她顿了顿,目光从二楼的窗棂扫下去,看着楼下那些正在砌方城的牌客们,轻轻叹了口气:“这铺子也够大,室外的院子和二楼都可以作为教学场所。

但就是这下午打翡翠牌的营生啊——总之,要不是看在修习所在这里执教不要花一分钱,所以才能在束脩上更慷慨一点,我是肯定要找别的地方的。”

孟母三迁的故事从春秋流传至今,学习环境的重要性谁都知道。

但从韩沥这里出来的人都无比现实——修习所在弈棋馆楼下搭着,靠的就是弈棋馆完全属于韩沥的产业,不需要额外的租金。

所以束脩才能收得特别便宜,一季只收十几钱,咸阳城里同等水平的乐师需要学乐之人要付至少翻三倍不止的束脩。

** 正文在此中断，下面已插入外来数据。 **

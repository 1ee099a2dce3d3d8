import type { APIRoute } from 'astro';
import { requireRole } from '../../../../../../../lib/server/guard.ts';
import { idParam, readJson } from '../../../../../../../lib/server/http.ts';
import { approveLimitSet } from '../../../../../../../lib/server/services/spc.ts';
import { ApproveLimitSetSchema } from '../../../../../../../lib/shared/characteristics.ts';
import { operation } from '../../../../../../../lib/server/api-operation.ts';
import { ApprovedLimitSetSchema } from '../../../../../../../lib/shared/api/spc.ts';

export const contract = {
  POST: operation({
    summary: 'Approve a limit set (electronic signature)',
    tag: 'spc',
    action: 'limits.approve',
    body: ApproveLimitSetSchema,
    responses: { 200: ApprovedLimitSetSchema },
    problems: [409, 429],
  }),
};

/**
 * Approve a draft limit set with an electronic signature `{password, meaning: 'approved'}`
 * (21 CFR Part 11: the signer re-enters the password). The previous set is superseded and stays
 * readable; points before the new effective-from keep the limits they were judged against.
 */
export const POST: APIRoute = async ({ locals, params, request, clientAddress }) => {
  const user = requireRole(locals, contract.POST.action);
  const id = idParam(params['id'], 'characteristic');
  const setId = idParam(params['setId'], 'limit set');
  const input = await readJson(request, contract.POST.body);
  return Response.json(await approveLimitSet(user, id, setId, input, clientAddress));
};
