import type { APIRoute } from 'astro';
import { readJson } from '../../../lib/server/http.ts';
import { signIn } from '../../../lib/server/services/sessions.ts';
import { LoginSchema } from '../../../lib/shared/auth.ts';

/** Public: `{"username","password"}` → 200 and a session cookie; 401 otherwise. */
export const POST: APIRoute = async ({ request, cookies, url, clientAddress }) => {
  const input = await readJson(request, LoginSchema);
  const user = await signIn(cookies, url, input.username, input.password, clientAddress);
  return Response.json({ user: { id: user.id, username: user.username, displayName: user.displayName, role: user.role } });
};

而这里也正因为便宜,才能给更多家贫却爱乐之人一点入门的机会——另外不会抢生源,没人爱教穷学生的。

惊鲵听完了,微微点了点头。

环境确实不太好——楼下打牌的声音能把最简单的按音都吞掉半边。

但穷人家的孩子也确实更谦和守礼,学得也更用心。

有得有失。

临近黄昏时,翡翠牌逐渐散场了。牌客们三三两两推门出去,哈出一团团白气,在暮色里扯着嗓子互道“改日再战”。

修习所的课程也到了散学的时候。

学徒们纷纷起身,朝惊鲵和弄玉行过礼,抱着琴谱鱼贯下楼。

弄玉起身走到惊鲵身边,自然而然地想伸手去扶她下楼。

惊鲵微微摆了摆手,自己站了起来。

她的脊背挺得很直,腹间那道微微隆起的弧线在素雅便装的遮掩下并不显眼,上下楼还是能看清的。

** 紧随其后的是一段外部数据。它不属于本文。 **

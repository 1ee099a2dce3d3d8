import type { APIRoute } from 'astro';
import { z } from 'zod';
import { requireRole } from '../../../../lib/server/guard.ts';
import { HttpProblem, readQuery } from '../../../../lib/server/http.ts';
import { windowInForce } from '../../../../lib/server/services/windows.ts';

const Query = z.object({
  assetId: z.coerce.number({ error: 'assetId must be a number.' }).int().positive('assetId must be a positive id.'),
  at: z.iso.datetime({ offset: true, error: 'at must be an ISO 8601 date-time with zone.' }).optional(),
});

/** The window in force for a line, tank, oven or zone at a time (default now). */
export const GET: APIRoute = async ({ locals, url }) => {
  requireRole(locals, 'view');
  const { assetId, at } = readQuery(url, Query);
  const w = await windowInForce(assetId, at ? Date.parse(at) : Date.now());
  if (!w)
    throw new HttpProblem(
      404,
      'No window in force',
      'No process window is assigned to this asset (or its line/oven) at that time.',
    );
  return Response.json(w);
};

她还没到需要人扶的时候——怀孕才三个多月,身体底子也比寻常女子好得多。

两人并肩下了楼。

一楼的翡翠牌桌已经空了,只剩两个杂役在擦拭牌面和收拾散落在地上的竹筹。暮色从窗外铺进来,把整间棋馆染成一片沉沉的暗金。

就在惊鲵跨下最后一级台阶时,她看见了焰灵姬。

焰灵姬就倚在楼梯口的柱子上,双臂抱胸,百越襦裙的火焰纹在暮光里一跳一跳的。

她微微歪着头,嘴角挂着一个皮笑肉不笑的弧度,那双琥珀色的眼睛毫不避讳地盯着惊鲵。

惊鲵低下头,微微欠身,做出一副逆来顺受的样子。

然后两个女人的脸色在同一瞬间变了。

不是对着对方变的——是同时感知到了某一个人的气息。

那气息正从长街尽头朝棋馆门口移动过来,趾高气扬,不遮不掩,带着一股子刻意为之的压迫感。

梅三娘本来在角落里帮忙收拾牌桌,抬头一看焰灵姬和惊鲵的脸色,顿时也把抹布往桌上一扔,脸色沉了下来。

弄玉还不明白发生了什么——三个人的表情像是约好了似的,全是那种被什么东西恶心得不行但又不能直接动手的压抑。

门口传来一道声音。

“四个女流,别在这里占地方,赶紧出去,这里我要住了!”

弄玉猛地转过头。她的脸色也沉了下来。

门口站着一个身穿红色羽毛肩甲、身披红色劲装的人。面白无须,眉眼细长,似男似女的妖异面孔上挂着一个不加掩饰的、高高在上的弧度。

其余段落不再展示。